The state transition diagram is shown below, where black indicates the normal lifecycle of the item, and red indicates the item's lifecycle ending abnormally due to a redirect requiring the item to be flushed.

UncacheEntry Finite State Machine Diagram

For the normal lifecycle, the trigger events are detailed as follows:

  • canSendReq: For MMIO requests, when the corresponding instruction reaches the head of the ROB, the Uncache access can be sent. For NC requests, when req_valid is valid, the Uncache access can be sent.
  • uncacheReq.fire: The item is received by the LoadQueueUncache intermediate register. The item will receive the idResp transferred from the Uncache Buffer in the next cycle and update slaveAccept and slaveId.
  • uncacheResq.fire: The item receives the access result returned by the Uncache Buffer.
  • writeback: When in the s_wait state, a writeback request can be sent. The writeback signals for MMIO requests and NC requests are different and need to be distinguished.

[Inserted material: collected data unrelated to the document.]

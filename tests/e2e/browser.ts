import { mkdirSync } from 'node:fs';
import { join } from 'node:path';
import { chromium, type Browser, type Page } from 'playwright-core';
import { inject } from 'vitest';
import { ROOT } from '../../scripts/lib/mariadb.mjs';

export const ARTIFACTS = join(ROOT, 'tests', 'artifacts');
export const DEMO_PASSWORD = 'harbour-demo-2026';

/** Debian's Chromium, headless, with the flags this machine's closed network needs. */
export function launch(): Promise<Browser> {
  return chromium.launch({
    executablePath: process.env.CHROMIUM_PATH ?? '/usr/bin/chromium',
    headless: true,
    args: [
      '--no-sandbox',
      '--disable-gpu',
      '--disable-background-networking',
      '--disable-component-update',
      '--disable-sync',
      '--no-first-run',
      '--disable-quic',
    ],
  });
}

export const baseUrl = () => inject('baseUrl');
export const mailUrl = () => inject('mailUrl');

/** Saves a full-page PNG under tests/artifacts (git-ignored). */
export async function screenshot(page: Page, name: string) {
  mkdirSync(ARTIFACTS, { recursive: true });
  await page.screenshot({ path: join(ARTIFACTS, `${name}.png`), fullPage: true });
}

/** Signs in through the real form. */
export async function signIn(page: Page, email: string, password = DEMO_PASSWORD) {
  await page.goto(`${baseUrl()}/sign-in`);
  await page.getByLabel('E-mail').fill(email);
  await page.getByLabel(/^Password\b/).fill(password);
  await page.getByRole('button', { name: /sign in/i }).click();
  await page.waitForFunction(() => !location.pathname.startsWith('/sign-in'), undefined, {
    timeout: 15000,
  });
}

interface MailDto {
  id: string;
  to: string[];
  subject: string;
  text: string;
}

/** Waits for a message to `to` whose subject contains `subject` in the fake inbox. */
export async function waitForMail(
  to: string,
  subject: string,
  timeoutMs = 15000,
): Promise<MailDto> {
  const end = Date.now() + timeoutMs;
  while (Date.now() < end) {
    const url = new URL('/api/messages', mailUrl());
    url.searchParams.set('to', to);
    url.searchParams.set('subject', subject);
    const { data } = (await (await fetch(url)).json()) as { data: MailDto[] };
    if (data[0]) return data[0];
    await new Promise((r) => setTimeout(r, 250));
  }
  throw new Error(`no mail "${subject}" for ${to}`);
}
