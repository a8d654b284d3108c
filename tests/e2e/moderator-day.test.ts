import type { APIRequestContext, Browser, Page } from 'playwright-core';
import { afterAll, beforeAll, describe, expect, it } from 'vitest';
import { DEMO_PASSWORD, audit, baseUrl, launch, screenshot, signIn } from './browser';

let browser: Browser;
beforeAll(async () => {
  browser = await launch();
});
afterAll(async () => {
  await browser.close();
});

// Demo accounts (apps/api/seeders/demo.ts): Maren writes the posts; each width has its own reporter, since a
// member reports a listing once.
const AUTHOR = 'maren@larkspit.example';
const MODERATOR = 'moderator@larkspit.example';
const REPORTER: Record<number, string> = {
  390: 'saoirse@larkspit.example',
  1024: 'bram@larkspit.example',
  1280: 'idris@larkspit.example',
};

/** An API session for a demo member, through the same sign-in and CSRF token the client uses. */
async function apiAs(email: string): Promise<{ api: APIRequestContext; token: string }> {
  const ctx = await browser.newContext();
  const api = ctx.request;
  const me = await api.get(`${baseUrl()}/api/auth/me`);
  const first = ((await me.json()) as { data: { csrfToken: string } }).data.csrfToken;
  const login = await api.post(`${baseUrl()}/api/auth/login`, {
    data: { email, password: DEMO_PASSWORD },
    headers: { 'X-CSRF-Token': first },
  });
  expect(login.status()).toBe(200);
  const again = await api.get(`${baseUrl()}/api/auth/me`);
  return {
    api,
    token: ((await again.json()) as { data: { csrfToken: string } }).data.csrfToken,
  };
}

const doc = (heading: string, text: string) => ({
  type: 'doc',
  content: [
    { type: 'heading', attrs: { level: 2 }, content: [{ type: 'text', text: heading }] },
    { type: 'paragraph', content: [{ type: 'text', text }] },
  ],
});

/** Two posts waiting for a moderator and one open listing report, made for this width. */
async function seed(width: number) {
  const author = await apiAs(AUTHOR);
  const topics = (await (await author.api.get(`${baseUrl()}/api/topics`)).json()) as {
    data: Array<{ id: number }>;
  };
  const titles = [
    `Bridle legs for a catamaran, tried at ${width}`,
    `Night anchor watch on a rota, tried at ${width}`,
  ];
  for (const title of titles) {
    const res = await author.api.post(`${baseUrl()}/api/posts`, {
      data: {
        kind: 'article',
        title,
        topicId: topics.data[0]?.id,
        body: doc('What changed', 'Seven metres more scope held through the squall.'),
        submit: true,
      },
      headers: { 'X-CSRF-Token': author.token },
    });
    expect(res.status()).toBe(201);
  }
  const reporter = await apiAs(REPORTER[width] ?? '');
  const listings = (await (await reporter.api.get(`${baseUrl()}/api/listings`)).json()) as {
    data: Array<{ id: number; title: string }>;
  };
  let reported = '';
  for (const l of listings.data) {
    const res = await reporter.api.post(`${baseUrl()}/api/listings/${l.id}/reports`, {
      data: { reason: `Photo shows another anchor type (${width})` },
      headers: { 'X-CSRF-Token': reporter.token },
    });
    if (res.status() === 201) {
      reported = l.title;
      break;
    }
  }
  expect(reported).not.toBe('');
  return { titles, reported };
}

const box = async (page: Page, name: string) => {
  const b = await page.getByRole('button', { name, exact: true }).boundingBox();
  if (!b) throw new Error(`no box for ${name}`);
  return b;
};

describe('a moderator’s day from the home page', () => {
  for (const width of [390, 1024, 1280]) {
    it(`publishes, undoes, sends back and handles a listing report at ${width} px`, async () => {
      const { titles, reported } = await seed(width);
      const [first = '', second = ''] = titles;
      const page = await browser.newPage({ viewport: { width, height: 900 } });
      await signIn(page, MODERATOR);
      await page.goto(`${baseUrl()}/`);

      // The home page's desk counts what waits.
      const desk = page.getByRole('region', { name: 'Moderation desk' });
      await desk.getByText(/^\d+ posts? waiting$/).waitFor({ timeout: 15000 });
      const waiting = Number((await desk.getByText(/posts? waiting$/).innerText()).split(' ')[0]);
      expect(waiting).toBeGreaterThanOrEqual(2);
      await expect.poll(() => desk.getByText(/^\d+ open reports?$/).count()).toBe(1);
      await audit(page, `home with the moderation desk (${width} px)`);
      await screenshot(page, `moderator-day-home-${width}`);
      await desk.getByRole('link', { name: 'Go to moderation' }).click();

      const publishFirst = `Publish “${first}”`;
      const publishSecond = `Publish “${second}”`;
      await page.getByRole('button', { name: publishFirst }).waitFor({ timeout: 15000 });
      await page.getByRole('button', { name: publishFirst }).scrollIntoViewIfNeeded();
      await audit(page, `moderation queue (${width} px)`);
      await screenshot(page, `moderator-day-queue-${width}`);

      // Publish the first: its card stays, the next post's Publish button does not slide under the pointer.
      const before = await box(page, publishFirst);
      const nextBefore = await box(page, publishSecond);
      await page.getByRole('button', { name: publishFirst }).click();
      const undo = page.getByRole('button', { name: `Undo: published “${first}”` });
      await undo.waitFor({ timeout: 15000 });
      const nextAfter = await box(page, publishSecond);
      expect(nextAfter.y).toBeCloseTo(nextBefore.y, 0);
      const overlaps =
        nextAfter.y < before.y + before.height && before.y < nextAfter.y + nextAfter.height;
      expect(overlaps).toBe(false);
      // Where the Publish button was there is no button now (a second click lands on text).
      const under = await page.evaluate(
        ([x, y]) => document.elementFromPoint(x ?? 0, y ?? 0)?.closest('button')?.textContent ?? '',
        [before.x + before.width / 2, before.y + before.height / 2],
      );
      expect(under).toBe('');
      await audit(page, `decided card with Undo (${width} px)`);
      await screenshot(page, `moderator-day-published-${width}`);

      await undo.click();
      await page.getByRole('button', { name: publishFirst }).waitFor({ timeout: 15000 });
      await page.getByText(`Undone: “${first}” is waiting again.`).waitFor({ timeout: 15000 });

      // Send the second back with a note.
      await page.getByRole('button', { name: `Send back “${second}”` }).click();
      const dialog = page.getByRole('dialog', { name: `Send “${second}” back to the author?` });
      await dialog.getByLabel('Note to the author').fill('Say which bridle length you used.');
      await audit(page, `send back dialog (${width} px)`);
      await dialog.getByRole('button', { name: 'Send back' }).click();
      await page.getByText('Sent back to the author', { exact: true }).waitFor({ timeout: 15000 });

      // The listing report: dismissed with a note for the log.
      const section = page.getByRole('region', { name: /^Listings reported/ });
      await section.getByText(`Photo shows another anchor type (${width})`).waitFor();
      await section.getByRole('button', { name: `Dismiss the report on “${reported}”` }).click();
      const note = page.getByRole('dialog', { name: `Dismiss the report on “${reported}”?` });
      await note.getByLabel(/Note for the log/).fill(`Same anchor, other angle (${width})`);
      await note.getByRole('button', { name: 'Dismiss report' }).click();
      await section.getByText('Report dismissed', { exact: true }).waitFor({ timeout: 15000 });
      // Status and buttons fit the width: nothing scrolls sideways.
      const { overflow, widest } = await page.evaluate(() => {
        const edge = document.documentElement.clientWidth;
        // The outermost element that reaches past the right edge, to say what pushes the page wider.
        const past = [...document.body.querySelectorAll<HTMLElement>('*')].find(
          (el) => el.getBoundingClientRect().right > edge + 0.5,
        );
        return {
          overflow: document.documentElement.scrollWidth - edge,
          widest: past ? `${past.tagName.toLowerCase()}.${past.className}`.slice(0, 160) : '',
        };
      });
      expect(overflow, `sideways scroll at ${width} px from ${widest}`).toBeLessThanOrEqual(0);
      await audit(page, `queue after decisions (${width} px)`);
      await screenshot(page, `moderator-day-decided-${width}`);

      // Published for good this time, so the demo queue is left as it was.
      await page.getByRole('button', { name: publishFirst }).click();
      await page.getByRole('button', { name: `Undo: published “${first}”` }).waitFor();

      await page.goto(`${baseUrl()}/moderation/log`);
      await page
        .getByText(`Same anchor, other angle (${width})`)
        .filter({ visible: true })
        .first()
        .waitFor({ timeout: 15000 });
      await expect
        .poll(() =>
          page
            .getByText(/undid: published a post/)
            .filter({ visible: true })
            .count(),
        )
        .toBeGreaterThan(0);
      const logOverflow = await page.evaluate(
        () => document.documentElement.scrollWidth - document.documentElement.clientWidth,
      );
      expect(logOverflow).toBeLessThanOrEqual(0);
      await audit(page, `moderation log (${width} px)`);
      await screenshot(page, `moderator-day-log-${width}`);
      await page.close();
    });
  }
});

Feature 2: Redirect Flush Logic

In cases of abnormal lifecycle, it is usually caused by a pipeline redirect.

When a pipeline redirect signal is received, it is determined if the current item is newer than the redirected item. If the current item is newer, it needs to be flushed, generating a needFlush signal. In general, all contents of the item are immediately flushed, and the item is reclaimed by the FreeList. However, Uncache requests and responses need to correspond exactly to the same uncache load request. Therefore, if the item has already sent an uncache request at this point, its lifecycle can only end after receiving the Uncache response, leading to a "flush delay" situation. Thus, when the needFlush signal is generated, if the item cannot be immediately flushed, the signal needs to be stored in the needFlushReg register. The flush operation will only be executed when the Uncache response is received, and needFlushReg will be cleared.

Feature 3: Exception Cases

Exception cases in LoadQueueUncache include:

  1. When the request is sent to the bus, the bus returns corrupt or denied. This exception needs to be marked when the UncacheEntry is written back and handled by the LoadUnit.